After a service is started, the system displays a message, indicating a container startup failure.

Figure 1 Service startup failure

Faulty Model

If the image used for creating a model is faulty, recreate the image by following the instructions provided in Creating a Custom Image and Using It to Create an AI Application. Ensure that the image can be started properly and the expected data can be returned through curl on the local host.

Incorrect Port in the Image

The port enabled in the image is not 8080, or the port enabled in the image is different from the port configured during model creation. As a result, the register-agent cannot communicate with the model during service deployment. After a certain period of time (20 minutes at most), it is considered that starting the model fails.

If this fault occurs, check the port enabled in the custom image code and the port configured during model creation. Ensure that the two ports are the same. If you do not specify a port during model creation, ModelArts will listen to port 8080 by default.
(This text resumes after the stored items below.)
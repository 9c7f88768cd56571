import { expect, test } from '@playwright/test';
import { authFile, mailTo } from '../support';

// runs after projects.spec.ts (which counts Priya's projects), so her new request does not disturb it
test.use({ storageState: authFile('priya') });

test('a client sets a wall cabinet to her space, sees the drawing and budget change, is told what cannot be built, and asks for an estimate', async ({
  page,
}) => {
  await page.goto('/');
  await page.getByRole('link', { name: 'Configure the wall cabinet' }).click();
  await expect(page.getByRole('heading', { name: 'Wall cabinet', level: 1 })).toBeVisible();
  const budget = page.getByLabel('Budget range');
  await expect(budget).toHaveText(/^\$[\d,]+\.\d\d to \$[\d,]+\.\d\d$/);
  await expect(page.getByRole('figure', { name: 'Drawing of the wall cabinet' }).locator('svg')).toBeVisible();
  const before = await budget.textContent();

  // wider costs more
  await page.getByLabel('Width', { exact: true }).fill('40');
  await expect(budget).not.toHaveText(before ?? '');
  // too tall is refused, with the limit
  await page.getByLabel('Height', { exact: true }).fill('60');
  await expect(page.getByText('This cannot be built as set:')).toBeVisible();
  await expect(page.getByRole('button', { name: 'Request an estimate' })).toBeDisabled();
  await page.getByLabel('Height', { exact: true }).fill('30 1/2');
  await expect(page.getByText('This cannot be built as set:')).toHaveCount(0);
  await expect(budget).toBeVisible();
  // a typing slip is caught beside the field and changes nothing
  await page.getByLabel('Depth', { exact: true }).fill('12 ft deep');
  await expect(page.locator('#dim-depth-error')).toBeVisible();
  await page.getByLabel('Depth', { exact: true }).fill('12');

  // the standard piece comes back with one click, in the fields too
  await page.getByRole('button', { name: 'Back to our standard piece' }).click();
  await expect(page.getByLabel('Width', { exact: true })).toHaveValue('30"');
  await page.getByLabel('Width', { exact: true }).fill('40');
  await page.getByLabel('Anything the shop should know').fill('Over the laundry sink, painted later.');
  await page.getByRole('button', { name: 'Request an estimate' }).click();
  await expect(page).toHaveURL(/\/projects\/[0-9a-f-]+$/);
  await expect(page.getByText('We are working out your estimate')).toBeVisible();
  // she writes to the shop; it goes on the timeline and to the owner by e-mail
  await page.getByRole('textbox', { name: 'Write to the shop' }).fill('Could the doors be inset instead?');
  await page.getByRole('button', { name: 'Send' }).click();
  await expect(
    page.getByRole('list', { name: 'Timeline' }).getByText('Could the doors be inset instead?'),
  ).toBeVisible();
  await expect(page.getByRole('textbox', { name: 'Write to the shop' })).toHaveValue('');
  const mail = await mailTo('maren@fernhill.example', /A comment from Priya Natarajan/);
  expect(mail.text).toContain('Could the doors be inset instead?');
  await page.goto('/projects');
  await expect(page.getByRole('list').getByRole('listitem')).toHaveCount(2);
});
In this case, the port enabled in the custom image code must be 8080.
Figure 2 Port enabled in the custom image code
Figure 3 Port configured during model creation

Incorrect Health Check Configuration

If health check is enabled in the image, perform the following operations to locate the fault:

  • Check whether the health check address configured during model creation is the same as the actual one.

    If the model is created using a base image provided by ModelArts, the health check URL must be /health by default.
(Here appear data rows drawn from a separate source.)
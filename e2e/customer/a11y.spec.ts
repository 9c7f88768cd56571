import { expect, test, type Page } from '@playwright/test';
import { checkNarrow, checkPage } from '../a11y';
import { authFile } from '../support';

// every route of the portal: the public ones as anyone, all of them as a client (one test a page, so that a slow
// page has its own deadline)
const PUBLIC = [
  '/',
  '/designs/assembly-bench',
  '/sign-up',
  '/sign-in',
  '/verify-email',
  '/forgot-password',
  '/reset-password',
  '/confirm-email',
];
const SIGNED_IN = [
  ...PUBLIC.filter((p) => p !== '/sign-in' && p !== '/sign-up'),
  '/projects',
  '/projects/:id',
  '/account',
];

/** The path with the client's first project in place of `:id`. */
async function resolve(page: Page, path: string) {
  if (!path.includes(':id')) return path;
  const r = await page.request.get('/api/projects');
  expect(r.status()).toBe(200);
  const { projects } = (await r.json()) as { projects: { id: string }[] };
  expect(projects.length).toBeGreaterThan(0);
  return path.replace(':id', projects[0]!.id);
}

test.describe('the portal, signed out', () => {
  for (const path of PUBLIC)
    test(`${path}: one h1, no serious or critical axe violation`, async ({ page }) => {
      await checkPage(page, path);
    });
});

test.describe('the portal, as a client', () => {
  test.use({ storageState: authFile('priya') });
  for (const path of SIGNED_IN) {
    test(`${path}: one h1, no serious or critical axe violation`, async ({ page }) => {
      await checkPage(page, await resolve(page, path));
    });
    test(`${path}: fits a 375 px phone without sideways scrolling`, async ({ page }) => {
      await checkNarrow(page, await resolve(page, path));
    });
  }
});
    Figure 4 Configuring the health check URL

Incorrect customize_service.py

Check service runtime logs to locate the fault and rectify it.

Pulling an Image Failed

If the service fails to be started and a message is displayed indicating that the image fails to be pulled, see What Do I Do If an Image Fails to Be Pulled When a Service Is Deployed, Started, Upgraded, or Modified?

Scheduling Failed Due To Insufficient Resources

The service fails to be started, and a message is displayed indicating that resources are insufficient and service scheduling fails. For details, see Resources Are Insufficient When a Service Is Deployed, Started, Upgraded, or Modified.

Insufficient Memory

The service fails to be started, and a message is displayed indicating that the memory is insufficient. For details, see What Can I Do if the Memory Is Insufficient?.